Some people are terrified of the answer; thus, they don’t want to conduct any calculations. The ostrich strategy is that. Avoid doing it! Performing the calculations, facing reality, and coming up with a solution is much less stressful. Understanding your particular circumstance will make it easier to plan and make adjustments than if you try to ignore it.


You can investigate various choices, like working a little bit longer, finding ways to earn more money, minimizing spending, or moving to a lower-cost area if you run the numbers and believe you won’t have enough to retire. All of these acts can assist in bringing retirement closer.

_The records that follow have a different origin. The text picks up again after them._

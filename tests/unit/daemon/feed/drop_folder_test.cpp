// The file drop in a real folder.
#include "daemon/feed/drop_folder.h"

#include <fcntl.h>
#include <sys/stat.h>
#include <unistd.h>

#include <atomic>
#include <future>
#include <set>
#include <stdexcept>

#include "expect.h"
#include "network.h"

namespace nightweigh::feed {
namespace {

namespace fs = std::filesystem;

struct Running {
  explicit Running(std::chrono::milliseconds rescan = std::chrono::milliseconds(100), bool start = true,
                   Limits limits = {})
      : runner(network.io), drop(folder.path / "drop") {
    auto opened = DropFolder::open(network.io, drop, limits, runner.deliver(), rescan, runner.report());
    INFO((opened ? std::string() : opened.error().message()));
    REQUIRE(opened.has_value());
    watcher = std::move(*opened);
    if (start) watcher->start();
  }
  ~Running() {
    watcher->stop();
    CHECK(eventually([&] { return watcher->stopped(); }));
  }
  // As a good writer does it: beside the folder, then renamed in.
  void rename_in(const std::string& name, const std::string& text) const {
    write_text(folder.path / "outside", text);
    fs::rename(folder.path / "outside", drop / name);
  }
  bool accepted(const std::string& name) const { return fs::exists(drop / "accepted" / name); }
  bool refused(const std::string& name) const { return fs::exists(drop / "refused" / name); }
  std::string reason(const std::string& name) const {
    return read_text(drop / "refused" / (name + ".reason.txt"));
  }

  const TestFolder folder;
  Network network;
  FakeRunner runner;
  fs::path drop;
  std::unique_ptr<DropFolder> watcher;
};

// A rescan so rare that only an event can explain a fast answer.
constexpr std::chrono::milliseconds rarely = std::chrono::hours(1);

TEST_CASE("files that are there at start, in the order of their names") {
  Running running(rarely, false);
  for (const std::string name : {"c.csv", "a.csv", "b.json", "10.CSV"})
    running.rename_in(name, "text of " + name);
  running.watcher->start();
  CHECK(eventually([&] { return running.accepted("c.csv"); }));
  const auto deliveries = running.runner.deliveries();
  REQUIRE(deliveries.size() == 4);
  CHECK(deliveries[0].source == "drop: 10.CSV");
  CHECK(deliveries[1].source == "drop: a.csv");
  CHECK(deliveries[1].bytes == "text of a.csv");
  CHECK_FALSE(deliveries[1].is_json);
  CHECK(deliveries[2].source == "drop: b.json");
  CHECK(deliveries[2].is_json);
  CHECK(deliveries[3].source == "drop: c.csv");
  CHECK(read_text(running.drop / "accepted" / "a.csv") == "text of a.csv");
  CHECK_FALSE(fs::exists(running.drop / "a.csv"));
}

TEST_CASE("a file that is renamed in, or written and closed, is seen by its event") {
  Running running(rarely);
  running.rename_in("a.csv", "one");
  CHECK(eventually([&] { return running.accepted("a.csv"); }));
  write_text(running.drop / "b.csv", "two");
  CHECK(eventually([&] { return running.accepted("b.csv"); }));
  CHECK(running.runner.count() == 2);
}

TEST_CASE("a file that is still being written is never read half") {
  Running running(std::chrono::milliseconds(20));
  SUBCASE("small pieces, never long without a change") {
    std::ofstream out(running.drop / "slow.csv", std::ios::binary);
    for (int i = 0; i < 50; ++i) {
      out << "0123456789" << std::flush;
      std::this_thread::sleep_for(std::chrono::milliseconds(10));
      CHECK(running.runner.count() == 0);
    }
  }
  SUBCASE("a writer that rests for longer than two looks but keeps the file open") {
    std::ofstream out(running.drop / "slow.csv", std::ios::binary);
    out << std::string(250, 'x') << std::flush;
    std::this_thread::sleep_for(std::chrono::milliseconds(700));
    CHECK(running.runner.count() == 0);
    out << std::string(250, 'y');
  }
  SUBCASE("under a name that is ignored") {
    std::ofstream out(running.drop / "slow.csv.part", std::ios::binary);
    out << std::string(250, 'x') << std::flush;
    std::this_thread::sleep_for(std::chrono::milliseconds(400));
    out << std::string(250, 'y');
    out.close();
    CHECK(running.runner.count() == 0);
    fs::rename(running.drop / "slow.csv.part", running.drop / "slow.csv");
  }
  CHECK(eventually([&] { return running.accepted("slow.csv"); }));
  const auto deliveries = running.runner.deliveries();
  REQUIRE(deliveries.size() == 1);
  CHECK(deliveries[0].bytes.size() == 500);
}

TEST_CASE("a refused file lies beside its reasons") {
  Running running;
  running.runner.answer = [](const std::string&, std::size_t) {
    return refusal("d1",
                   {{ErrorKind::bad_input, 3, "close", "12,5", "has a comma", "Write a decimal point"},
                    {ErrorKind::bad_input, 4, "date", "x", "is not an ISO 8601 date", "Write YYYY-MM-DD"}});
  };
  running.rename_in("a.csv", "text");
  CHECK(eventually([&] { return running.refused("a.csv"); }));
  CHECK(running.reason("a.csv") ==
        "a.csv was refused: nothing of it was stored.\ndigest d1\n"
        "row 3, column close: has a comma: \"12,5\". Write a decimal point\n"
        "row 4, column date: is not an ISO 8601 date: \"x\". Write YYYY-MM-DD\n");
  CHECK(read_text(running.drop / "refused" / "a.csv") == "text");
  CHECK_FALSE(running.accepted("a.csv"));
}

TEST_CASE("repeated names get numbers; nothing is overwritten") {
  Running running;
  running.runner.answer = [](const std::string& bytes, std::size_t) -> Acknowledgement {
    if (bytes == "bad") return refusal("", {{ErrorKind::bad_input, 1, "close", "", "is empty", "Write it"}});
    return {Acknowledgement::Status::known, "", 0, {}, {}};
  };
  for (int i = 1; i <= 3; ++i) {
    running.rename_in("closes.csv", "text " + std::to_string(i));
    const std::string name = i == 1 ? "closes.csv" : "closes-" + std::to_string(i) + ".csv";
    CHECK(eventually([&] { return running.accepted(name); }));
    CHECK(read_text(running.drop / "accepted" / name) == "text " + std::to_string(i));
  }
  for (const std::string name : {"closes.csv", "closes-2.csv"}) {
    running.rename_in("closes.csv", "bad");
    CHECK(eventually([&] { return running.refused(name); }));
    CHECK(contains(running.reason(name), "row 1, column close: is empty"));
  }
  CHECK(contains(running.reason("closes.csv"), "row 1"));  // the first one is still there
}

TEST_CASE("other kinds, too large ones, and names at the limit") {
  Limits limits;
  limits.bytes_max = 1000;
  Running running(std::chrono::milliseconds(100), true, limits);
  running.rename_in("notes.txt", "x");
  running.rename_in("large.csv", std::string(1001, 'x'));
  running.rename_in("limit.csv", std::string(1000, 'x'));
  const std::string longest = std::string(251, 'n') + ".csv";  // 255 bytes, the most that Linux allows
  running.rename_in(longest, "x");
  running.rename_in("odd \n\xFF.csv", "x");
  CHECK(eventually([&] { return running.refused("notes.txt") && running.refused("large.csv"); }));
  CHECK(contains(running.reason("notes.txt"), "neither .csv nor .json"));
  CHECK(contains(running.reason("large.csv"), "is 1001 bytes, more than the limit of 1000"));
  CHECK(eventually([&] { return running.accepted("limit.csv") && running.accepted("odd \n\xFF.csv"); }));
  CHECK(eventually([&] { return running.accepted(std::string(200, 'n') + ".csv"); }));
  CHECK(running.runner.count() == 3);
}

TEST_CASE("pipes, links, folders and hidden or unfinished names are left alone") {
  Running running(std::chrono::milliseconds(20));
  REQUIRE(::mkfifo((running.drop / "pipe.csv").c_str(), 0600) == 0);
  fs::create_directory(running.drop / "folder.csv");
  write_text(running.folder.path / "target", "secret");
  fs::create_symlink(running.folder.path / "target", running.drop / "link.csv");
  for (const std::string name : {".hidden.csv", "a.csv.part", "a.csv.tmp"}) running.rename_in(name, "x");
  running.rename_in("z.csv", "good");
  CHECK(eventually([&] { return running.accepted("z.csv"); }));
  std::this_thread::sleep_for(std::chrono::milliseconds(300));
  CHECK(running.runner.count() == 1);
  for (const std::string name :
       {"pipe.csv", "folder.csv", "link.csv", ".hidden.csv", "a.csv.part", "a.csv.tmp"}) {
    CHECK(fs::symlink_status(running.drop / name).type() != fs::file_type::not_found);
  }
}

TEST_CASE("a batch that the storage does not take stays and is tried again; later names wait") {
  Running running(std::chrono::milliseconds(50));
  std::atomic<bool> disk_full = true;
  running.runner.answer = [&](const std::string& bytes, std::size_t number) -> Acknowledgement {
    if (disk_full && number % 2 == 0) throw std::runtime_error("out of memory");
    if (disk_full) return refusal("", {{ErrorKind::storage, 0, "", "", "the disk is full", "Make room"}});
    CHECK(bytes.size() == 1);
    return {Acknowledgement::Status::taken, "", 1, {}, {}};
  };
  running.rename_in("a.csv", "1");
  CHECK(eventually([&] { return running.runner.count() >= 1; }));
  running.rename_in("b.csv", "2");
  CHECK(eventually([&] { return running.runner.count() >= 4; }));
  const std::size_t tries = running.runner.count();
  std::this_thread::sleep_for(std::chrono::milliseconds(500));
  CHECK(running.runner.count() <= tries + 3);  // 50, 100, 200, 400 ms ...: later each time
  for (const auto& delivery : running.runner.deliveries()) CHECK(delivery.bytes == "1");
  CHECK(fs::exists(running.drop / "a.csv"));
  CHECK(fs::is_empty(running.drop / "refused"));
  CHECK_FALSE(running.runner.lines().empty());
  disk_full = false;
  CHECK(eventually([&] { return running.accepted("a.csv") && running.accepted("b.csv"); }));
}

TEST_CASE("a failed move does not deliver the batch again") {
  Running running(std::chrono::milliseconds(30));
  // A file where the folder should be.
  fs::remove(running.drop / "accepted");
  write_text(running.folder.path / "outside", "in the way");
  fs::rename(running.folder.path / "outside", running.drop / "accepted.part");
  fs::create_symlink(running.drop / "accepted.part", running.drop / "accepted");
  running.rename_in("a.csv", "1");
  CHECK(eventually([&] { return running.runner.lines().size() >= 3; }));
  CHECK(running.runner.count() == 1);
  CHECK(contains(running.runner.lines().front(), "cannot be moved into"));
  fs::remove(running.drop / "accepted");
  CHECK(eventually([&] { return running.accepted("a.csv"); }));
  CHECK(running.runner.count() == 1);
}

TEST_CASE("a file replaced while its batch is in hand is read again") {
  Running running(std::chrono::milliseconds(30));
  running.runner.delay = std::chrono::milliseconds(300);
  running.rename_in("a.csv", "old");
  CHECK(eventually([&] { return running.runner.count() == 1; }));
  running.rename_in("a.csv", "new and longer");
  CHECK(eventually([&] { return running.accepted("a.csv"); }));
  CHECK(read_text(running.drop / "accepted" / "a.csv") == "new and longer");
  const auto deliveries = running.runner.deliveries();
  REQUIRE(deliveries.size() == 2);
  CHECK(deliveries[1].bytes == "new and longer");
}

TEST_CASE("a folder that vanishes is made again, and watched again") {
  Running running(std::chrono::milliseconds(100));
  running.rename_in("a.csv", "1");
  CHECK(eventually([&] { return running.accepted("a.csv"); }));
  SUBCASE("removed") {
    fs::remove_all(running.drop);
  }
  SUBCASE("renamed away") {
    fs::rename(running.drop, running.folder.path / "elsewhere");
  }
  CHECK(eventually([&] { return fs::is_directory(running.drop / "refused"); }));
  running.rename_in("b.csv", "2");
  CHECK(eventually([&] { return running.accepted("b.csv"); }));
  CHECK(running.runner.count() == 2);
  CHECK_FALSE(running.runner.lines().empty());
}

TEST_CASE("events that the kernel drops (its queue overflows) lose no file") {
  std::ifstream limit_file("/proc/sys/fs/inotify/max_queued_events");
  int queue_max = 16384;
  limit_file >> queue_max;
  if (queue_max > 100'000) {
    MESSAGE("skipped: the queue of events holds " << queue_max);
    return;
  }
  Running running(rarely);
  std::promise<void> release;
  boost::asio::post(running.network.io, [&, freed = release.get_future().share()] { freed.wait(); });
  // Two names in turn: equal events that follow each other are kept as one.
  for (int i = 0; i < queue_max + 10; ++i) {
    ::close(::open((running.drop / (i % 2 == 0 ? "a.tmp" : "b.tmp")).c_str(), O_WRONLY | O_CREAT | O_CLOEXEC,
                   0600));
  }
  running.rename_in("late.csv", "1");  // its event has no room
  release.set_value();
  CHECK(eventually([&] { return running.accepted("late.csv"); }));
}

TEST_CASE("many files at once") {
  Running running(std::chrono::milliseconds(200));
  constexpr int files = 600;
  for (int i = 0; i < files; ++i) {
    write_text(running.drop / (std::to_string(i) + ".csv.tmp"), std::to_string(i));
    fs::rename(running.drop / (std::to_string(i) + ".csv.tmp"), running.drop / (std::to_string(i) + ".csv"));
  }
  CHECK(eventually([&] { return running.runner.count() == files && !fs::exists(running.drop / "99.csv"); }));
  std::set<std::string> distinct;
  for (const auto& delivery : running.runner.deliveries()) distinct.insert(delivery.bytes);
  CHECK(distinct.size() == files);
}

TEST_CASE("stop ends after the batch in hand") {
  Running running(std::chrono::milliseconds(50));
  running.runner.delay = std::chrono::milliseconds(300);
  running.rename_in("a.csv", "1");
  running.rename_in("b.csv", "2");
  CHECK(eventually([&] { return running.runner.count() == 1; }));
  running.watcher->stop();
  CHECK_FALSE(running.watcher->stopped());
  CHECK(eventually([&] { return running.watcher->stopped(); }));
  CHECK(running.accepted("a.csv"));
  CHECK(fs::exists(running.drop / "b.csv"));
  CHECK(running.runner.count() == 1);
}

TEST_CASE("a folder that cannot be made") {
  const TestFolder folder;
  write_text(folder.path / "file", "x");
  Network network;
  FakeRunner runner(network.io);
  const auto opened = DropFolder::open(network.io, folder.path / "file" / "drop", {}, runner.deliver());
  REQUIRE_FALSE(opened.has_value());
  CHECK(opened.error().kind == ErrorKind::storage);
  CHECK(contains(opened.error().message(), (folder.path / "file" / "drop").string()));
}

}  // namespace
}  // namespace nightweigh::feed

How Much You Need to Save for Retirement by Age

It’s helpful to view the process of saving as a journey since you’ll likely have unexpected expenses and fluctuations in income over the years. Below is a guideline for how much should be saved for retirement by various age milestones.5


Age 30: One year equivalent of your salary

Age 35: 2xs your salary

Age 40: 3xs your salary

Age 45: 4xs your salary

Age 50: 6xs your salary

Age 55: 7xs your salary

Age 60: 8xs your salary

Age 67: 10xs your salary


While you need to save, you don’t have to keep it all at once. Set some reasonable goals to hit by different ages. For example, aim to commit one year’s worth of your salary by the time you reach 30.



Starting Early With Your Retirement Planning

If you’re in your 20s and think you won’t be able to retire, consider how much starting early can help. Below is a comparison of how much your retirement savings could be if you started saving at different ages by using the online savings calculator from


Let’s assume you save $3,000 per year ($250 per month) and earn an annual return of 5% on that money in your retirement account.


I started Saving at Age 40

If you started saving when you were 40 and saved $3,000 annually, earning 5% each year, you’d accumulate $203,848.30 by turning 70.


I started Saving at Age 30

If you started saving at age 30, your total retirement savings would be $370,638.19 by age 70.


I started Saving at Age 20

Starting when you’re 20 increases your savings at age 70 to $642,321.44—over three times the amount you’d have if you waited until 40 to save and invest. This growth is due to compounding, the interest or investment gains reinvested over the years.


As a result, young people have time on their side, and if you start saving early, you can use the power of compounding to your advantage.



What is an excellent monthly retirement income?

To calculate how much you need to live on in retirement, take 80% of your current salary. For example, if you currently earn $70,000 per year, 80% would be $56,000, which is how much income you’d need.